> [Task instructions] Copy each line from the data that has the word "continues" in it.

(Stored items from a collection)
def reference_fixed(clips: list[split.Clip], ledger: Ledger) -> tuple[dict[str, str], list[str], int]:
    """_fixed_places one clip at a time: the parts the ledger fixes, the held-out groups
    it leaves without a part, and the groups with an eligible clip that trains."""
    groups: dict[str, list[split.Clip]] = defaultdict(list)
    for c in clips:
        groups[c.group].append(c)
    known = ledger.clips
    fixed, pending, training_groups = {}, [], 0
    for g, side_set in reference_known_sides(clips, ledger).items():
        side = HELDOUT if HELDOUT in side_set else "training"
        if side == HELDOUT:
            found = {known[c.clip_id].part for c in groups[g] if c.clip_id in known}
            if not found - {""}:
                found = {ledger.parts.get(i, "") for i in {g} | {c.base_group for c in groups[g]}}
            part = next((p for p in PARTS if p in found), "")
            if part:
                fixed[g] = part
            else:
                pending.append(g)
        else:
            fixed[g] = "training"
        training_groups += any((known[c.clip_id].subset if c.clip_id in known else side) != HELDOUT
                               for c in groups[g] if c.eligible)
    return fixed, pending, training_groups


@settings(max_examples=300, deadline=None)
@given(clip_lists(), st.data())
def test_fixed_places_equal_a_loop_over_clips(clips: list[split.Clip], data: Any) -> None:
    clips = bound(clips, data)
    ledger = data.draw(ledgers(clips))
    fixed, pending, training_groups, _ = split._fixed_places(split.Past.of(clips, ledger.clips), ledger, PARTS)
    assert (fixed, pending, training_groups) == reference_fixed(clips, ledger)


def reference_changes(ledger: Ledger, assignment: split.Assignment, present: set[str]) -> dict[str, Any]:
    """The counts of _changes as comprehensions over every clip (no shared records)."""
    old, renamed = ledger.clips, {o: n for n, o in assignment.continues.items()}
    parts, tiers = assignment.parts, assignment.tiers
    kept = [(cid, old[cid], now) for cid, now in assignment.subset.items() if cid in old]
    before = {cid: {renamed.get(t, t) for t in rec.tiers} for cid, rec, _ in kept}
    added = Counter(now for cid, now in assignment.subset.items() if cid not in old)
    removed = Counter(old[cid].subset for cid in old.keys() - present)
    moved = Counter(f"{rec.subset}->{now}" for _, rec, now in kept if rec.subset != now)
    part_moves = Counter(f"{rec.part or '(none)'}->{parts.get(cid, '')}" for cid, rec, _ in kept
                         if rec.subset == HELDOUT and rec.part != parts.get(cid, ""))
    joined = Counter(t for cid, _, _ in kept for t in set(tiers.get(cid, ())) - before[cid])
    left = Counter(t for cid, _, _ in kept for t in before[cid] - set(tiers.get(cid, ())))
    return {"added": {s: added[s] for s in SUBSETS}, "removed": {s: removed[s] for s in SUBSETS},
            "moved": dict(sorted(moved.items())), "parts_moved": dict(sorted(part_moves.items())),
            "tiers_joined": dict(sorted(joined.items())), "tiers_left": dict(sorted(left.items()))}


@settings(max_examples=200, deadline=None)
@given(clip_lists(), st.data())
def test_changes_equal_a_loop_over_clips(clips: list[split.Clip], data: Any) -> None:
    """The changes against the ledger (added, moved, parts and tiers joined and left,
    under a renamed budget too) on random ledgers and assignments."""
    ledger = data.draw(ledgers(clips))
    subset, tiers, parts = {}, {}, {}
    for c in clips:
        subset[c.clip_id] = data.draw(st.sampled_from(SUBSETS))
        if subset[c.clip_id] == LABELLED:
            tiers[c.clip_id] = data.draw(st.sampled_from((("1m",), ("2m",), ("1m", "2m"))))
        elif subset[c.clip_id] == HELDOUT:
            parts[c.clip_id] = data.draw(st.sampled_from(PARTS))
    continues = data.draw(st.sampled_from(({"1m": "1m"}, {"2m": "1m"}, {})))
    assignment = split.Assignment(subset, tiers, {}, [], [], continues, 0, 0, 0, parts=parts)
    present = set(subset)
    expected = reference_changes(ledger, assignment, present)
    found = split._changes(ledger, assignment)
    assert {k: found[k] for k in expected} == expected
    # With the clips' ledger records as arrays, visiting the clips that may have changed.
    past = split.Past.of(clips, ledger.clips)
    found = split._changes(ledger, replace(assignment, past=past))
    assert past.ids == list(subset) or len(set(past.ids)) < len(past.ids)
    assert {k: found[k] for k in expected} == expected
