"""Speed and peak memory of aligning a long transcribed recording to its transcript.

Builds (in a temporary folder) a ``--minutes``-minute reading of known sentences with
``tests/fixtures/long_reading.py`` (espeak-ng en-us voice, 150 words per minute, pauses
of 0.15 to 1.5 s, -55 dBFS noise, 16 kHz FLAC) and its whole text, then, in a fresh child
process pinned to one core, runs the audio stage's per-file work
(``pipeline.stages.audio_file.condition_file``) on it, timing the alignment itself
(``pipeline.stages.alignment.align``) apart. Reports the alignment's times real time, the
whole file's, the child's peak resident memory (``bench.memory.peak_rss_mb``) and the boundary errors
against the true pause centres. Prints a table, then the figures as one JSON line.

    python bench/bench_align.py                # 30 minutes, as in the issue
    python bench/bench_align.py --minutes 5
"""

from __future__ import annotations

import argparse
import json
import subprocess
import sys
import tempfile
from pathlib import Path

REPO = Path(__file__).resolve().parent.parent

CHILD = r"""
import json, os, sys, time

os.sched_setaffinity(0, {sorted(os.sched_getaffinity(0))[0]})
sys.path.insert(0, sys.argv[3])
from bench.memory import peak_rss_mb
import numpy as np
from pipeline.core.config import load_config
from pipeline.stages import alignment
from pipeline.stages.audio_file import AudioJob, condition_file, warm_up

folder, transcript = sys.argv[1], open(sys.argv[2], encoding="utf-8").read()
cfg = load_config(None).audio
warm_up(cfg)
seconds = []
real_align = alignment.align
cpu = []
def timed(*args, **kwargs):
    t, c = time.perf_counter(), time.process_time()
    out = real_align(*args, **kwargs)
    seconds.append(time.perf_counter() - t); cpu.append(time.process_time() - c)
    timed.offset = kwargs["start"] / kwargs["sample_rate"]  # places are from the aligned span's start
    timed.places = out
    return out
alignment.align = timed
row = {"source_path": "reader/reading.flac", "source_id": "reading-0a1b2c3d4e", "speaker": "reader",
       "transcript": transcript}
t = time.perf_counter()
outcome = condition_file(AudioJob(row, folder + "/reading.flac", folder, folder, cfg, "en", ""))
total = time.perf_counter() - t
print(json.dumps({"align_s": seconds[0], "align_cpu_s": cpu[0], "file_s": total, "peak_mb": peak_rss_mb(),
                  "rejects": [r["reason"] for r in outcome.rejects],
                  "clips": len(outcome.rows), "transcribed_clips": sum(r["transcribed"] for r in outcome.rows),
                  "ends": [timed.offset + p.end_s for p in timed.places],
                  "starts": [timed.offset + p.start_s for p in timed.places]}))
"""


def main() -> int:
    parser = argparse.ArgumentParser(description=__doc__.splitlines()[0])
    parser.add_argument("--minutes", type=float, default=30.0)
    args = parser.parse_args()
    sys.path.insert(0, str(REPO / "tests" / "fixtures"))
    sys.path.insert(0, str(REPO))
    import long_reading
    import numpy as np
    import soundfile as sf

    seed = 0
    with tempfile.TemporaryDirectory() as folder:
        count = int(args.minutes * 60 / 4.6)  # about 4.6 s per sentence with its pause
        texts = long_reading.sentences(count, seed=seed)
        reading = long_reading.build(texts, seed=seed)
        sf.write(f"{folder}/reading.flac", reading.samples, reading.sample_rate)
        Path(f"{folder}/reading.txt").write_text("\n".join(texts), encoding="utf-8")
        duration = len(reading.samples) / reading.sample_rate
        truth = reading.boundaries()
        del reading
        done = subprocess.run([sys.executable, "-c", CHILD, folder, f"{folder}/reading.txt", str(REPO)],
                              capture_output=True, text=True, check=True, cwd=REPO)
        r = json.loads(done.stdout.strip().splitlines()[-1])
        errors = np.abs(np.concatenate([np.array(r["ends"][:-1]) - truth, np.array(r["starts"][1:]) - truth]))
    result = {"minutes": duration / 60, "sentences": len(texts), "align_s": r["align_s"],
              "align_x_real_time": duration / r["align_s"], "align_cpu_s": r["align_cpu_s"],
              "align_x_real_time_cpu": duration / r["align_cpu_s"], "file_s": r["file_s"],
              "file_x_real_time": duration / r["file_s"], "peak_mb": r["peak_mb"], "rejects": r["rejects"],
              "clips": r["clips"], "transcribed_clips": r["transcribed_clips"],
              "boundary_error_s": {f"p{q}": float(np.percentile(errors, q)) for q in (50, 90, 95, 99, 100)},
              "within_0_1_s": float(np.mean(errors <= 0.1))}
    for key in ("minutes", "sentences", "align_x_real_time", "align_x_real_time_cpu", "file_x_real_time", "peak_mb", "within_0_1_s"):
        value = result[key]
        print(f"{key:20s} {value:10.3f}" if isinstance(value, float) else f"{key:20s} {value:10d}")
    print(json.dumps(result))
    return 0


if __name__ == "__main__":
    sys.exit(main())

> [Solved problem]
    old, renamed = ledger.clips, {o: n for n, o in assignment.continues.items()}
    continues = data.draw(st.sampled_from(({"1m": "1m"}, {"2m": "1m"}, {})))
    assignment = split.Assignment(subset, tiers, {}, [], [], continues, 0, 0, 0, parts=parts)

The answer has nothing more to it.